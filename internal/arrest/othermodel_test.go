package arrest_test

import (
	"bufio"
	"encoding/json"
	"fmt"
	"os"
	"os/exec"
	"path/filepath"
	"strconv"
	"strings"
	"testing"

	"github.com/undercool-foundry/undercool/internal/arrest"
	"github.com/undercool-foundry/undercool/internal/errdist"
	"github.com/undercool-foundry/undercool/internal/pyref"
)

// otherModelBudget is how many checks on the independent cup model's
// cups may lie outside the tolerances: the count last measured (numpy
// 1.24.2 and scipy 1.10.1 of Debian 12; the model is seeded, so the count
// moves only with the detector, or by a borderline check with another
// numpy), so that the test fails on any regression while the misses are
// worked off. 42 when the test was written (3 December 2026, main at
// 051594a: 25 ends of freezing left null, 8 points of two eutectics given
// up as outside the window, 1 liquidus, 8 eutectic points of 5 cups); 6
// once a shallow end-of-freezing dip settles below the floor, a flat
// arrest refined to above the window is a primary one and a
// recalescence's pause is inside it; 5 once a pure metal's plateau
// settles when long (plateauHeld): a liquidus shoulder missed at 4 Hz, a
// pure-Zn plateau's first crossing, a 5 Hz nucleation cusp (2) and one
// recalescence 0.63 °C low; 2 once a recalescence's minimum is located
// again on shorter windows (recalMin), a pure metal's plateau is held only
// for the time T' spends near zero, and a check cup's chill shoulder is
// outranked by its recalescence: a liquidus shoulder missed at 4 Hz, and
// a pure-Zn plateau whose first touch of zero the noise hides.
// docs/analysis.md ("An independent cup model") lists them with the
// reasons.
const otherModelBudget = 2

// TestIndependentCupModel runs .ci/cupmodel.py, a radial cup model written
// independently of internal/sim (its own geometry, heat flow, nucleation
// and growth laws, and its own read of the truth off the noiseless centre
// thermocouple curve by the definitions of docs/analysis.md,
// "Characteristic points"), and analyses every SIMULATED cup it writes. The
// tolerances are those of the simulated-cup suite (issue 12): eutectic
// minimum, maximum and recalescence ±0.6 °C, liquidus ±1.5 °C, end of
// freezing ±4 °C; a point found where the truth has none, or missed where
// it has one, is a miss too. The model needs Python 3 with numpy and scipy
// (Debian's python3-scipy): UNDERCOOL_PYTHON names the interpreter, the
// test skips with the reason where it cannot run and fails when
// UNDERCOOL_SCIPY=required. UNDERCOOL_CUPMODEL_CUPS=N draws N cups instead
// of the model's 84 (the first 84 are the same); the cups beyond them were
// not looked at while the detector was tuned, and the budget holds for the
// 84 only, so a larger run reports its checks and fails on none.
func TestIndependentCupModel(t *testing.T) {
	if testing.Short() {
		t.Skip("-short: the cup model takes about 30 s")
	}
	ncups := 0
	if s := os.Getenv("UNDERCOOL_CUPMODEL_CUPS"); s != "" {
		n, err := strconv.Atoi(s)
		if err != nil || n < 1 {
			t.Fatalf("UNDERCOOL_CUPMODEL_CUPS=%q: want a number of cups, 1 or more", s)
		}
		ncups = n
	}
	dir := runCupModel(t, ncups)
	var doc struct {
		Cups []otherCup
	}
	raw, err := os.ReadFile(filepath.Join(dir, "cups.json"))
	if err != nil {
		t.Fatal(err)
	}
	if err := json.Unmarshal(raw, &doc); err != nil {
		t.Fatalf("cups.json: %v", err)
	}
	if ncups == 0 && len(doc.Cups) < 60 {
		t.Fatalf("cupmodel.py wrote %d cups, want at least 60", len(doc.Cups))
	}
	checks := otherChecks()
	var failures []string
	var az arrest.Analyzer
	for _, c := range doc.Cups {
		tm, temp := readPlainCSV(t, filepath.Join(dir, c.File))
		az.Reset()
		res := az.Analyze(tm, temp, arrest.Options{Family: arrest.Family(c.Family)})
		desc := fmt.Sprintf("%s %s gradient %.2f cells %d chill %d lag %.2f s %g Hz noise %.2f q %g (centre−wall %.1f °C):",
			c.Name, c.Alloy, c.Gradient, c.Cells, c.ChillCells, c.LagS, c.RateHz, c.NoiseC, c.QuantC, c.Diag.CentreMinusWallC)
		for _, k := range checks {
			want, wok := k.truth(c.Truth)
			got, gok := k.got(&res)
			switch miss, null := k.Add(got, gok, want, wok); {
			case miss != "" && null:
				failures = append(failures, fmt.Sprintf("%s %s problems %v", desc, miss, codes(res.Problems)))
			case miss != "":
				failures = append(failures, desc+" "+miss)
			}
		}
	}
	t.Logf("%d SIMULATED cups of the independent model; arrest − truth in °C:", len(doc.Cups))
	t.Log(errdist.Header())
	for _, k := range checks {
		t.Log(k.Row())
	}
	if ncups != 0 {
		t.Logf("%d checks outside the tolerances on %d cups (the budget, %d, holds for the model's 84):", len(failures), len(doc.Cups), otherModelBudget)
	} else {
		t.Logf("%d checks outside the tolerances (budget %d):", len(failures), otherModelBudget)
	}
	for _, f := range failures {
		t.Log(f)
	}
	if ncups != 0 {
		return // a larger draw is reported, not judged against the budget
	}
	if len(failures) > otherModelBudget {
		t.Errorf("%d checks outside the tolerances on %d cups of the independent model, budget %d (listed above)", len(failures), len(doc.Cups), otherModelBudget)
	}
}

// otherCup is one cup of cups.json: its parameters (those the report
// names) and its truth; a point the truth has not is null.
type otherCup struct {
	Name       string
	File       string
	Alloy      string
	Family     string
	Gradient   float64
	Cells      int
	ChillCells int     `json:"chill_cells"`
	LagS       float64 `json:"lag_s"`
	RateHz     float64 `json:"rate_hz"`
	NoiseC     float64 `json:"noise_c"`
	QuantC     float64 `json:"quant_c"`
	Truth      map[string]json.RawMessage
	Diag       struct {
		CentreMinusWallC float64 `json:"centre_minus_wall_c"`
	}
}

type otherCheck struct {
	errdist.Point // name, tolerance (0: logged, not checked), errors and disagreeing nulls
	truth         func(map[string]json.RawMessage) (float64, bool)
	got           func(*arrest.Result) (float64, bool)
}

// truthPoint reads a point {"c": …, "s": …} of the truth, or its null.
func truthPoint(key string) func(map[string]json.RawMessage) (float64, bool) {
	return func(m map[string]json.RawMessage) (float64, bool) {
		var p *struct{ C float64 }
		if err := json.Unmarshal(m[key], &p); err != nil || p == nil {
			return 0, false
		}
		return p.C, true
	}
}

func otherChecks() []*otherCheck {
	pt := func(p arrest.Point) (float64, bool) { return p.TempC, p.OK }
	return []*otherCheck{
		{Point: errdist.Point{Name: "pour_peak"}, truth: truthPoint("pour_peak"), got: func(r *arrest.Result) (float64, bool) { return pt(r.PourPeak) }},
		{Point: errdist.Point{Name: "liquidus_min"}, truth: truthPoint("liquidus_min"), got: func(r *arrest.Result) (float64, bool) { return pt(r.LiquidusMin) }},
		{Point: errdist.Point{Name: "liquidus", Tol: 1.5}, truth: truthPoint("liquidus"), got: func(r *arrest.Result) (float64, bool) { return pt(r.Liquidus) }},
		{Point: errdist.Point{Name: "eutectic_start"}, truth: truthPoint("eutectic_start"), got: func(r *arrest.Result) (float64, bool) { return pt(r.EutecticStart) }},
		{Point: errdist.Point{Name: "eutectic_min", Tol: 0.6}, truth: truthPoint("eutectic_min"), got: func(r *arrest.Result) (float64, bool) { return pt(r.EutecticMin) }},
		{Point: errdist.Point{Name: "eutectic_max", Tol: 0.6}, truth: truthPoint("eutectic_max"), got: func(r *arrest.Result) (float64, bool) { return pt(r.EutecticMax) }},
		{Point: errdist.Point{Name: "recalescence", Tol: 0.6}, truth: func(m map[string]json.RawMessage) (float64, bool) {
			var v *float64
			if err := json.Unmarshal(m["recalescence_c"], &v); err != nil || v == nil {
				return 0, false
			}
			return *v, true
		}, got: func(r *arrest.Result) (float64, bool) { return r.Recalescence, r.RecalescenceOK }},
		{Point: errdist.Point{Name: "solidus", Tol: 4}, truth: truthPoint("solidus"), got: func(r *arrest.Result) (float64, bool) { return pt(r.Solidus) }},
	}
}

// runCupModel runs .ci/cupmodel.py into a temporary directory (ncups cups,
// 0 for the model's default) and returns it; it skips the test (fails it
// with UNDERCOOL_SCIPY=required) where Python with numpy and scipy is not
// there.
func runCupModel(t *testing.T, ncups int) string {
	t.Helper()
	py := pyref.Interpreter()
	skip := func(why string) {
		if pyref.Required() {
			t.Fatalf("scipy is required (UNDERCOOL_SCIPY=required): %s", why)
		}
		t.Skip(why)
	}
	if pyref.Off() {
		skip("UNDERCOOL_SCIPY=0")
	}
	if err := pyref.Imports(py, "numpy, scipy.linalg, scipy.signal, scipy.ndimage"); err != nil {
		skip(err.Error())
	}
	dir := t.TempDir()
	args := []string{filepath.Join("..", "..", ".ci", "cupmodel.py"), dir}
	if ncups > 0 {
		args = append(args, "--cups", strconv.Itoa(ncups))
	}
	cmd := exec.Command(py, args...)
	if out, err := cmd.CombinedOutput(); err != nil {
		t.Fatalf("cupmodel.py: %v\n%s", err, out)
	}
	return dir
}

// readPlainCSV reads the model's time_s,temp_c files.
func readPlainCSV(t *testing.T, path string) (tm, temp []float64) {
	t.Helper()
	f, err := os.Open(path)
	if err != nil {
		t.Fatal(err)
	}
	defer f.Close()
	sc := bufio.NewScanner(f)
	line := 0
	for sc.Scan() {
		line++
		if line == 1 {
			continue // the header
		}
		a, b, ok := strings.Cut(sc.Text(), ",")
		x, err1 := strconv.ParseFloat(a, 64)
		y, err2 := strconv.ParseFloat(b, 64)
		if !ok || err1 != nil || err2 != nil {
			t.Fatalf("%s:%d: not time_s,temp_c: %q", path, line, sc.Text())
		}
		tm, temp = append(tm, x), append(temp, y)
	}
	if err := sc.Err(); err != nil {
		t.Fatalf("%s: %v", path, err)
	}
	return tm, temp
}

func codes(ps []arrest.Problem) []string {
	var out []string
	for _, p := range ps {
		out = append(out, p.Code)
	}
	return out
}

• _Try it_: Beginning at the first line of the records, give again each line exactly as written, ending with the line that contains "the noise hides.".

• _Exercise solution_:
filename internal/arrest/othermodel_test.go
package arrest_test

import (
	"bufio"
	"encoding/json"
	"fmt"
	"os"
	"os/exec"
	"path/filepath"
	"strconv"
	"strings"
	"testing"

	"github.com/undercool-foundry/undercool/internal/arrest"
	"github.com/undercool-foundry/undercool/internal/errdist"
	"github.com/undercool-foundry/undercool/internal/pyref"
)

// otherModelBudget is how many checks on the independent cup model's
// cups may lie outside the tolerances: the count last measured (numpy
// 1.24.2 and scipy 1.10.1 of Debian 12; the model is seeded, so the count
// moves only with the detector, or by a borderline check with another
// numpy), so that the test fails on any regression while the misses are
// worked off. 42 when the test was written (3 December 2026, main at
// 051594a: 25 ends of freezing left null, 8 points of two eutectics given
// up as outside the window, 1 liquidus, 8 eutectic points of 5 cups); 6
// once a shallow end-of-freezing dip settles below the floor, a flat
// arrest refined to above the window is a primary one and a
// recalescence's pause is inside it; 5 once a pure metal's plateau
// settles when long (plateauHeld): a liquidus shoulder missed at 4 Hz, a
// pure-Zn plateau's first crossing, a 5 Hz nucleation cusp (2) and one
// recalescence 0.63 °C low; 2 once a recalescence's minimum is located
// again on shorter windows (recalMin), a pure metal's plateau is held only
// for the time T' spends near zero, and a check cup's chill shoulder is
// outranked by its recalescence: a liquidus shoulder missed at 4 Hz, and
// a pure-Zn plateau whose first touch of zero the noise hides.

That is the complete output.